PACF: Prototype Augmented Compact Features for Improving Domain Adaptive Object Detection

TL;DR

Domain Adaptive Object Detection suffers from a domain gap that broadens intra-class variance and shifts class means in the target domain. PACF tackles this by combining a prototype cross entropy loss, which aligns target RoI features to both source and target class prototypes, with a mutual regularization strategy that balances feature compactness and discriminability between linear and prototype-based classifiers; a theoretical lower bound on the target feature likelihood underpins the approach. The method uses a teacher–student framework with prototype-based classifiers and dynamically updated class prototypes, leading to a more compact and discriminative cross-domain feature space. Empirical results across Cityscapes↔Foggy Cityscapes, Sim10k↔Cityscapes, and KITTI↔Cityscapes show consistent gains over strong baselines, validating the effectiveness and generality of PACF for robust cross-domain object detection.

Abstract

In recent years, there has been significant advancement in object detection. However, applying off-the-shelf detectors to a new domain leads to significant performance drop, caused by the domain gap. These detectors exhibit higher-variance class-conditional distributions in the target domain than that in the source domain, along with mean shift. To address this problem, we propose the Prototype Augmented Compact Features (PACF) framework to regularize the distribution of intra-class features.

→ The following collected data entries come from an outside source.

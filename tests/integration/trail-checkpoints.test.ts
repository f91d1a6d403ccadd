import { describe, it, expect, beforeAll, afterAll } from 'vitest';
import { mkdtempSync, readFileSync, statSync, writeFileSync } from 'node:fs';
import { tmpdir } from 'node:os';
import { join } from 'node:path';
import { spawnSync } from 'node:child_process';
import { QueryTypes } from 'sequelize';
import { migrateUp } from '../../src/lib/server/migrator';
import {
	appendTrail,
	bundleLines,
	bundleRange,
	canonicalEvent,
	chainHash,
	checkpointNow,
	listCheckpoints,
	listKeys,
	rotateSigningKey,
	SYSTEM_ACTOR,
	verifyFromCheckpoint,
	verifyTrail,
	verifyBundleFile,
	type TrailInput
} from '../../src/lib/server/trail';
import { checkCheckpoint, checkpointText, keyMap } from '../../src/lib/domain/trail-verify';
import { nodeTrailCrypto } from '../../src/lib/server/trail/node-crypto';
import { asOwner, scratchDatabase, tamperTrail } from '../helpers/scratch-db';

const dir = mkdtempSync(join(tmpdir(), 'regolog-trail-keys-'));
process.env.REGOLOG_TRAIL_KEY_FILE = join(dir, 'trail-signing-key.pem');
process.env.REGOLOG_TRAIL_WITNESSES = 'witness-one@brightwater.example, witness-two@brightwater.example';

type Scratch = Awaited<ReturnType<typeof scratchDatabase>>;

const events = (n: number, tag: string): TrailInput[] =>
	Array.from({ length: n }, (_, i) => ({
		actor: SYSTEM_ACTOR,
		action: 'item.weighed',
		subjectType: 'item',
		subjectId: `HLF-${tag}-${i + 1}`,
		after: { massUg: 212_400_000 - i, note: 'Schale „A“' }
	}));

async function append(s: Scratch, list: TrailInput[]) {
	for (const e of list) await s.sequelize.transaction((t) => appendTrail(s.sequelize, t, e));
}

async function head(s: Scratch): Promise<number> {
	const [r] = await s.sequelize.query<{ n: number }>('SELECT max(seq)::int AS n FROM trail_events', { type: QueryTypes.SELECT });
	return r.n;
}

/** A trail of its own: 30 events, a checkpoint, 30 more, a checkpoint, 30 more, a checkpoint; then 10 unsigned. */
async function signedTrail(tag: string) {
	const s = await scratchDatabase(tag);
	await migrateUp(s.sequelize);
	const cps: number[] = [];
	for (let k = 0; k < 3; k++) {
		await append(s, events(30, `${k}`));
		cps.push((await checkpointNow(s.sequelize, 'on-demand'))!.seq);
	}
	await append(s, events(10, 'tail'));
	return { s, cps };
}

async function writeBundle(s: Scratch, want: { from?: number; to?: number } = {}): Promise<{ file: string; lines: string[] }> {
	const range = await bundleRange(s.sequelize, want);
	let text = '';
	for await (const chunk of bundleLines(s.sequelize, range)) text += chunk;
	const file = join(dir, `bundle-${Math.random().toString(36).slice(2)}.ndjson`);
	writeFileSync(file, text);
	return { file, lines: text.trimEnd().split('\n') };
}

function cli(file: string) {
	const r = spawnSync(process.execPath, ['bin/regolog-verify.mjs', file], { encoding: 'utf8' });
	return { status: r.status, out: r.stdout + r.stderr };
}

describe('signed checkpoints', () => {
	let s: Scratch;
	beforeAll(async () => {
		s = await scratchDatabase('trail_cp');
		await migrateUp(s.sequelize);
	});
	afterAll(() => s.drop());

	it('makes the key file with mode 0600 and registers the key as a trail event', async () => {
		await append(s, events(12, 'a'));
		const cp = await checkpointNow(s.sequelize, 'start-up');
		expect(statSync(process.env.REGOLOG_TRAIL_KEY_FILE!).mode & 0o777).toBe(0o600);
		// the private key is in the file, not in the database
		expect(readFileSync(process.env.REGOLOG_TRAIL_KEY_FILE!, 'utf8')).toMatch(/BEGIN PRIVATE KEY/);
		const keys = await listKeys(s.sequelize);
		expect(keys).toHaveLength(1);
		expect(keys[0]).toMatchObject({ keyId: cp!.keyId, validUntil: null, publicKey: expect.stringMatching(/^-----BEGIN PUBLIC KEY-----/) });
		const [reg] = await s.sequelize.query<{ seq: number; action: string; subject_id: string }>(`SELECT seq, action, subject_id FROM trail_events WHERE action LIKE 'trail.key%'`, { type: QueryTypes.SELECT });
		expect(reg).toMatchObject({ seq: 13, action: 'trail.key_registered', subject_id: cp!.keyId });
		// the checkpoint covers the registration too: seq, head hash, count and time, canonical and signed
		expect(cp!.seq).toBe(13);
		const fields = JSON.parse(cp!.signed);
		expect(fields).toEqual({ count: 13, hash: cp!.hash, keyId: cp!.keyId, seq: 13, time: expect.stringMatching(/^\d{4}-\d\d-\d\dT\d\d:\d\d:\d\d\.\d{3}Z$/), type: 'regolog.trail.checkpoint' });
		expect(await checkCheckpoint(cp!, keyMap(keys), nodeTrailCrypto)).toMatchObject({ ok: true });
	});

	it('mails each checkpoint to the witnesses through the outbox', async () => {
		const mail = await s.sequelize.query<{ to_address: string; subject: string; body_text: string }>(`SELECT to_address, subject, body_text FROM mail_outbox WHERE kind = 'trail_checkpoint' ORDER BY to_address`, { type: QueryTypes.SELECT });
		expect(mail.map((m) => m.to_address)).toEqual(['witness-one@brightwater.example', 'witness-two@brightwater.example']);
		const [cp] = await listCheckpoints(s.sequelize, { last: 1 });
		expect(mail[0].subject).toBe(`Regolog trail checkpoint at event ${cp.seq}`);
		expect(mail[0].body_text).toContain(cp.signed);
		expect(mail[0].body_text).toContain(cp.signature);
	});

	it('signs only when its rule says so, and once however many instances ask at the same time', async () => {
		expect(await checkpointNow(s.sequelize, 'start-up')).toBeNull(); // the head has not moved
		await append(s, events(5, 'b'));
		expect(await checkpointNow(s.sequelize, 'milestone')).toBeNull(); // 5 < 1,000 events
		expect(await checkpointNow(s.sequelize, 'hourly')).toBeNull(); // the last is minutes old
		const made = await Promise.all(Array.from({ length: 6 }, () => checkpointNow(s.sequelize, 'start-up')));
		expect(made.filter(Boolean)).toHaveLength(1);
		const all = await listCheckpoints(s.sequelize);
		expect(all.map((c) => c.seq)).toEqual([13, 18]);
	});

	it('signs a milestone after 1,000 events, and an hourly one when the last is an hour old', async () => {
		process.env.REGOLOG_TRAIL_CHECKPOINT_EVERY = '4';
		try {
			await append(s, events(3, 'c'));
			expect(await checkpointNow(s.sequelize, 'milestone')).toBeNull();
			await append(s, events(1, 'd'));
			expect((await checkpointNow(s.sequelize, 'milestone'))?.seq).toBe(22);
		} finally {
			delete process.env.REGOLOG_TRAIL_CHECKPOINT_EVERY;
		}
		await append(s, events(1, 'e'));
		expect(await checkpointNow(s.sequelize, 'hourly')).toBeNull();
		// the last checkpoint made an hour ago (its time in the table only; the chain is untouched)
		await tamperTrail(s.name, `UPDATE trail_checkpoints SET at = at - interval '61 minutes' WHERE seq = 22`);
		expect((await checkpointNow(s.sequelize, 'hourly'))?.seq).toBe(23);
	});

	it('rotates the key: the rotation is a trail event, the old key stays valid for its own checkpoints', async () => {
		const before = (await listKeys(s.sequelize))[0];
		const r = await rotateSigningKey(s.sequelize, { id: null, label: 'admin@brightwater.example' });
		expect(r.keyId).not.toBe(before.keyId);
		const keys = await listKeys(s.sequelize);
		expect(keys.map((k) => k.keyId)).toEqual([before.keyId, r.keyId]);
		expect(keys[0].validUntil).toBe(keys[1].validFrom);
		const [ev] = await s.sequelize.query<{ action: string; before: unknown; after: { keyId: string } }>(`SELECT action, before, after FROM trail_events WHERE action = 'trail.key_rotated'`, { type: QueryTypes.SELECT });
		expect(ev).toMatchObject({ before: { keyId: before.keyId }, after: { keyId: r.keyId } });
		expect(r.checkpoint?.keyId).toBe(r.keyId);
		expect(await verifyTrail(s.sequelize)).toEqual({ ok: true, events: await head(s), firstBrokenAt: null, checkpoints: { valid: 5, total: 5, matched: 5 } });
	});
});

describe('verification from a checkpoint, in full and offline, against tampering', () => {
	it('verifies incrementally and in full, offline with the command, and agrees', async () => {
		const { s, cps } = await signedTrail('trail_inc');
		try {
			const h = await head(s);
			const inc = await verifyFromCheckpoint(s.sequelize, cps[1]);
			expect(inc).toMatchObject({ ok: true, events: h, firstBrokenAt: null, head: h, after: h - cps[1], checkpoint: { seq: cps[1], signature: 'valid' }, checkpoints: { valid: 2, total: 2, matched: 2 } });
			expect(await verifyFromCheckpoint(s.sequelize, cps[1] + 1)).toBeNull();
			expect(await verifyTrail(s.sequelize)).toMatchObject({ ok: true, events: h, checkpoints: { valid: 3, total: 3, matched: 3 } });
			const { file } = await writeBundle(s);
			expect(await verifyBundleFile(file)).toMatchObject({ ok: true, events: h, from: 1, to: h, checkpoints: { valid: 3, total: 3, matched: 3 } });
			const c = cli(file);
			expect(c.status).toBe(0);
			expect(c.out).toMatch(new RegExp(`^intact: events 1–${h} \\(${h}\\)`));
			// a bundle from the middle starts just after the checkpoint at or before it
			const part = await writeBundle(s, { from: cps[1] + 5, to: h - 2 });
			expect(JSON.parse(part.lines[0])).toMatchObject({ from: cps[1] + 1, to: h - 2 });
			expect(await verifyBundleFile(part.file)).toMatchObject({ ok: true, from: cps[1] + 1, to: h - 2 });
		} finally {
			await s.drop();
		}
	});

	/** Every tamper case: the database's verifiers and the bundle's both name the first broken event. */
	const cases: { name: string; tamper: (s: Scratch, cps: number[]) => Promise<number>; reason: RegExp; incrementalFrom?: (cps: number[]) => number }[] = [
		{
			name: 'an event changed',
			tamper: async (s, cps) => {
				await tamperTrail(s.name, `UPDATE trail_events SET after = jsonb_set(after, '{massUg}', '1'), body = replace(body, '"massUg":', '"massUg":1') WHERE seq = $1`, [cps[1] + 4]);
				return cps[1] + 4;
			},
			reason: /content does not match its hash/
		},
		{
			name: 'an event deleted',
			tamper: async (s, cps) => {
				await tamperTrail(s.name, `DELETE FROM trail_events WHERE seq = $1`, [cps[1] + 7]);
				return cps[1] + 7;
			},
			reason: /event \d+ is missing/
		},
		{
			name: 'two events swapped',
			tamper: async (s, cps) => {
				const a = cps[1] + 3;
				// the two events change places: a + 1's row at seq a, and a's at a + 1
				const cols = 'at, actor_id, actor_label, action, subject_type, subject_id, before, after, prev_hash, hash, body';
				await tamperTrail(
					s.name,
					`CREATE TEMP TABLE x AS SELECT seq, ${cols} FROM trail_events WHERE seq IN (${a}, ${a + 1});
					 DELETE FROM trail_events WHERE seq IN (${a}, ${a + 1});
					 INSERT INTO trail_events (seq, ${cols}) SELECT ${2 * a + 1} - seq, ${cols} FROM x;`
				);
				return a;
			},
			reason: /link to the previous event does not match|content does not match|does not say its own seq/
		},
		{
			name: 'a forged checkpoint',
			tamper: async (s, cps) => {
				// a checkpoint one event earlier, its text made as the server makes it, with the later one's signature
				const [e] = (await asOwner(s.name, (c) => c.query('SELECT hash FROM trail_events WHERE seq = $1', [cps[2] - 1]))).rows;
				const [real] = await listCheckpoints(s.sequelize, { seq: cps[2] });
				const f = JSON.parse(real.signed);
				const signed = checkpointText({ seq: cps[2] - 1, hash: e.hash, count: cps[2] - 1, time: f.time, keyId: f.keyId });
				await tamperTrail(s.name, `INSERT INTO trail_checkpoints (seq, hash, count, at, key_id, signed, signature) SELECT $1, $2, $1, at, key_id, $3, signature FROM trail_checkpoints WHERE seq = $4`, [cps[2] - 1, e.hash, signed, cps[2]]);
				return cps[2] - 1;
			},
			reason: /signature does not verify/,
			incrementalFrom: (cps) => cps[0]
		},
		{
			name: 'a checkpoint signed by an unknown key',
			tamper: async (s, cps) => {
				// a key nobody registered: its row removed together with its checkpoints' key
				await tamperTrail(s.name, `INSERT INTO trail_keys (key_id, public_key, valid_from) SELECT 'ffffffffffffffff', 'none', valid_from + interval '1 microsecond' FROM trail_keys LIMIT 1;
					UPDATE trail_checkpoints SET key_id = 'ffffffffffffffff', signed = replace(signed, key_id, 'ffffffffffffffff') WHERE seq = $1;
					ALTER TABLE trail_checkpoints DROP CONSTRAINT trail_checkpoints_key_id_fkey; DELETE FROM trail_keys WHERE key_id = 'ffffffffffffffff'`.replace(/\$1/g, String(cps[2])));
				return cps[2];
			},
			reason: /unknown key "ffffffffffffffff"/,
			incrementalFrom: (cps) => cps[0]
		},
		{
			name: 'a chain rewritten from some event on with fresh hashes',
			tamper: async (s, cps) => {
				// from cps[1] + 1 − 6 on (inside the second stretch), every event changed and re-hashed, in body and columns alike
				const from = cps[1] - 6;
				const rows = (await asOwner(s.name, (c) => c.query('SELECT * FROM trail_events WHERE seq >= $1 ORDER BY seq', [from]))).rows;
				let prev = rows[0].prev_hash;
				const updates: string[] = [];
				for (const r of rows) {
					const row = { ...r, after: { ...(r.after ?? {}), massUg: 1 } };
					const body = canonicalEvent(row);
					const hash = chainHash(prev, body);
					updates.push(`UPDATE trail_events SET after = '${JSON.stringify(row.after).replace(/'/g, "''")}', body = '${body.replace(/'/g, "''")}', prev_hash = '${prev}', hash = '${hash}' WHERE seq = ${r.seq};`);
					prev = hash;
				}
				await tamperTrail(s.name, updates.join('\n'));
				// the chain links up by itself now; checkpoint cps[1] no longer matches, cps[0] still does
				return cps[0] + 1;
			},
			reason: /no longer leads to the head signed at checkpoint \d+: rewritten after checkpoint \d+/,
			incrementalFrom: (cps) => cps[0]
		}
	];

	for (const c of cases) {
		it(`finds ${c.name}, and names the first broken event, in the database and in the bundle`, async () => {
			const { s, cps } = await signedTrail('trail_tamper');
			try {
				const at = await c.tamper(s, cps);
				const full = await verifyTrail(s.sequelize);
				expect(full).toMatchObject({ ok: false, firstBrokenAt: at, events: at - 1 });
				expect(full.reason).toMatch(c.reason);
				const from = c.incrementalFrom ? c.incrementalFrom(cps) : cps[1];
				const inc = await verifyFromCheckpoint(s.sequelize, from);
				expect(inc).toMatchObject({ ok: false, firstBrokenAt: at });
				const { file } = await writeBundle(s);
				const offline = await verifyBundleFile(file);
				expect(offline).toMatchObject({ ok: false, firstBrokenAt: at });
				const run = cli(file);
				expect(run.status).toBe(1);
				expect(run.out).toContain(`BROKEN at event ${at}:`);
			} finally {
				await s.drop();
			}
		});
	}

	it('finds a bundle truncated mid-line, with the command', async () => {
		const { s } = await signedTrail('trail_cut');
		try {
			const { file, lines } = await writeBundle(s);
			const k = lines.findIndex((l) => l.startsWith('{"seq":50,'));
			writeFileSync(file, lines.slice(0, k).join('\n') + '\n' + lines[k].slice(0, 120));
			const run = cli(file);
			expect(run.status).toBe(1);
			expect(run.out).toContain('BROKEN at event 50: the bundle ends in the middle of event 50');
		} finally {
			await s.drop();
		}
	});
});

Specifically, we provide an in-depth theoretical analysis on the lower bound of the target features-related likelihood and derive the prototype cross entropy loss to further calibrate the distribution of target RoI features. Furthermore, a mutual regularization strategy is designed to enable the linear and prototype-based classifiers to learn from each other, promoting feature compactness while enhancing discriminability. Thanks to this PACF framework, we have obtained a more compact cross-domain feature space, within which the variance of the target features' class-conditional distributions has significantly decreased, and the class-mean shift between the two domains has also been further reduced. The results on different adaptation settings are state-of-the-art, which demonstrate the board applicability and effectiveness of the proposed approach.

Figures (8)

• Figure 1: When a detector trained on the source is directly applied to target images, the domain gap causes a shift in feature distribution. We observe that intra-class conditional distribution which is compact on the source tends to scatter on target images, where target feature distribution exhibits mean shift and larger intra-class variance compared with the source.
• Figure 2: The overview of the proposed Prototype Augmented Compact Features (PACF) framework for DAOD. The teacher model adopts the target images with weak augmentation and the predictions of the teacher model are filtered as pseudo labels. Simultaneously, the source and target images with strong augmentation are fed into the student model. The prototype cross entropy loss $L_{pce}$ encourages target features to simultaneously move closer to the prototypes of both domains belonging to the same class, while staying far from prototypes of other classes. In addition, a mutual regularization loss $L_{mut}$ is proposed to balance feature compactness and discriminability on the target domain.
• Figure 3: (a) Illustration of Prototype-based Classifier and Mutual Regularization. Source and target prototypes are utilized to classifier target ROI features, and their classifier results are conducted mutual regularization loss with linear classifier. (b) The effect of PCMR framework for source and target prototypes.
• Figure 4: t-SNE visualization of target RoI features in the Cityscapes$\rightarrow$FoggyCityscapes setting.
• Figure 5: The correlation between linear classification scores and prototype-based cosine similarity. Left and right represent without and with mutual regularization.